Evaluation
This guide covers basic local evaluation for getting started. For large-scale evaluation (running many routes parallely), see the SLURM Evaluation Guide.
Overview
We provided in the Quick Start tutorial how to evaluate a trained policy on a single Bench2Drive route. Currently we support scripts to evaluate the three most popular benchmarks locally:
Bench2Drive script - 220 routes
Longest6 v2 script - 36 routes
Town13 script - 20 routes
Running Evaluations
1. Start CARLA Server
Before running any evaluation, start the CARLA server:
bash scripts/start_carla.sh
2. Customize Checkpoint and Route
Each evaluation script contains these key variables you can modify:
export BENCHMARK_ROUTE_ID=23687 # Route ID to evaluate
export CHECKPOINT_DIR=outputs/checkpoints/tfv6_resnet34/ # Path to model checkpoint
For Bench2Drive, route IDs range from 0-219. For Longest6, use 00-35. For Town13, use 0-19.
3. Configuration Options
Evaluation behavior is controlled by config_closed_loop.py. Key settings:
produce_demo_video- Generate bird’s-eye view visualization videosproduce_debug_video- Generate detailed debug videos with sensor dataproduce_demo_image- Save individual demo framesproduce_debug_image- Save individual debug frames
Turn off video generation for faster evaluation:
# In your environment or config override
produce_demo_video = False
produce_debug_video = False
The evaluation configuration can be changed for each progress individually with the environment variable LEAD_CLOSED_LOOP_CONFIG.
4. Output Structure
Each evaluation creates:
outputs/local_evaluation/<route_id>/
├── checkpoint_endpoint.json # Metrics and results
├── metric_info.json # Detailed evaluation metrics
├── demo_images/ # Bird's-eye view frames
├── debug_images/ # Debug visualization frames
└── debug_checkpoint/ # Debug checkpoints
If video generation is enabled:
outputs/local_evaluation/
├── <route_id>_demo.mp4 # Bird's-eye view video
└── <route_id>_debug.mp4 # Debug video with sensor data
Summarize Leaderboard 2.0 Results for Longest6 v2 and Town13
After completing all routes in a benchmark, aggregate results using the result parser:
python3 scripts/tools/result_parser.py \
--xml data/benchmark_routes/bench2drive220.xml \
--results outputs/local_evaluation/
This generates a summary CSV with:
Driving score
Route completion percentage
Infraction breakdown (collisions, traffic violations, etc.)
Per-kilometer statistics
Summarize Bench2Drive Results
Bench2Drive provides some more metrics beyond the official Leaderboard 2.0 metrics of Longest6 v2 and Town13. See official guide.
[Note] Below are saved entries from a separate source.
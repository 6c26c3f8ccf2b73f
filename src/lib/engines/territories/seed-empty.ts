import { canLeave, contiguityScratch } from './contiguity.ts';
import type { SearchTerms } from './search-terms.ts';

/**
 * Gives every territory that stays but has neither base nor unit a first unit to grow from: one without
 * territory, far from those that have one; else one at the edge of the territory with the most units.
 */
export function seedEmpty(terms: SearchTerms, assignment: Int32Array): void {
	const { prepared } = terms;
	const sizes = new Int32Array(prepared.territories);
	for (const t of assignment) if (t >= 0) sizes[t]++;
	for (let t = 0; t < prepared.territories; t++) {
		if (sizes[t] > 0 || !prepared.open[t]) continue;
		const unit = farthestFree(terms, assignment, t) ?? fromLargest(terms, assignment, sizes, t);
		if (unit === null) continue;
		if (assignment[unit] >= 0) sizes[assignment[unit]]--;
		assignment[unit] = t;
		sizes[t]++;
	}
}

function mayBegin({ movable, grouped, may, row, prepared }: SearchTerms, unit: number, t: number) {
	const isFree = movable[unit] === 1 && grouped[unit] === 0;
	return isFree && may[row[unit] * prepared.territories + t] === 1;
}

function farthestFree(terms: SearchTerms, assignment: Int32Array, t: number): number | null {
	const { graph, units } = terms.prepared;
	const seen = new Uint8Array(units);
	const queue: number[] = [];
	for (let unit = 0; unit < units; unit++) if (assignment[unit] >= 0) queue.push(unit);
	if (queue.length === units) return null;
	if (queue.length === 0) queue.push(0);
	for (const unit of queue) seen[unit] = 1;
	let far: number | null = null;
	for (const unit of queue) {
		if (assignment[unit] < 0 && mayBegin(terms, unit, t)) far = unit;
		for (let i = graph.offsets[unit]; i < graph.offsets[unit + 1]; i++) {
			const next = graph.targets[i];
			if (seen[next]) continue;
			seen[next] = 1;
			queue.push(next);
		}
	}
	return far;
}

function fromLargest(
	terms: SearchTerms,
	assignment: Int32Array,
	sizes: Int32Array,
	t: number,
): number | null {
	const { graph, units } = terms.prepared;
	const scratch = contiguityScratch(units);
	let best: number | null = null;
	for (let unit = 0; unit < units; unit++) {
		const from = assignment[unit];
		if (from < 0 || sizes[from] < 2 || !mayBegin(terms, unit, t)) continue;
		if (best !== null && sizes[from] <= sizes[assignment[best]]) continue;
		if (canLeave(graph, assignment, unit, scratch)) best = unit;
	}
	return best;
}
The tools for Bench2Drive in our repo can be found here.
Best Practices
Turn off production of videos and images for Longest6 v2 and Town13: With enough compute (16-32 GTX 1080ti), evaluation can take up to 1 day for 3 seeds on Longest6 v2 and up to 2 days for 3 seeds on Town13. About 90% of the routes will be finished within a few hours.
Restart CARLA between routes: Running multiple routes on the same CARLA instance can lead to rendering bugs (see image, taken from Bench2Drive paper).

bash scripts/clean_carla.sh # Kill CARLA processes
bash scripts/start_carla.sh # Restart fresh instance
Memory management: By default, the pipeline loads all three checkpoint seeds as an ensemble. If memory is limited, rename two of the checkpoint files so only one seed loads.
Use correct leaderboard and scenario_runner: Longest6 v2 and Town13 should be evaluated on the normal leaderboard setup. Bench2Drive must be evaluated on code of their repo, otherwise the results are not valid.
Evaluation variance: CARLA is highly stochastic, even with fixed seeds. Results can vary significantly between runs due to traffic randomness and other non-deterministic factors. Our recommended evaluation protocol:
Minimum (standard practice): Train 3 models with different seeds, evaluate each once → 3 evaluation runs total
Optimal (for publications): Train 3 models with different seeds, evaluate each 3 times → 9 evaluation runs total
We use the minimum protocol in our group.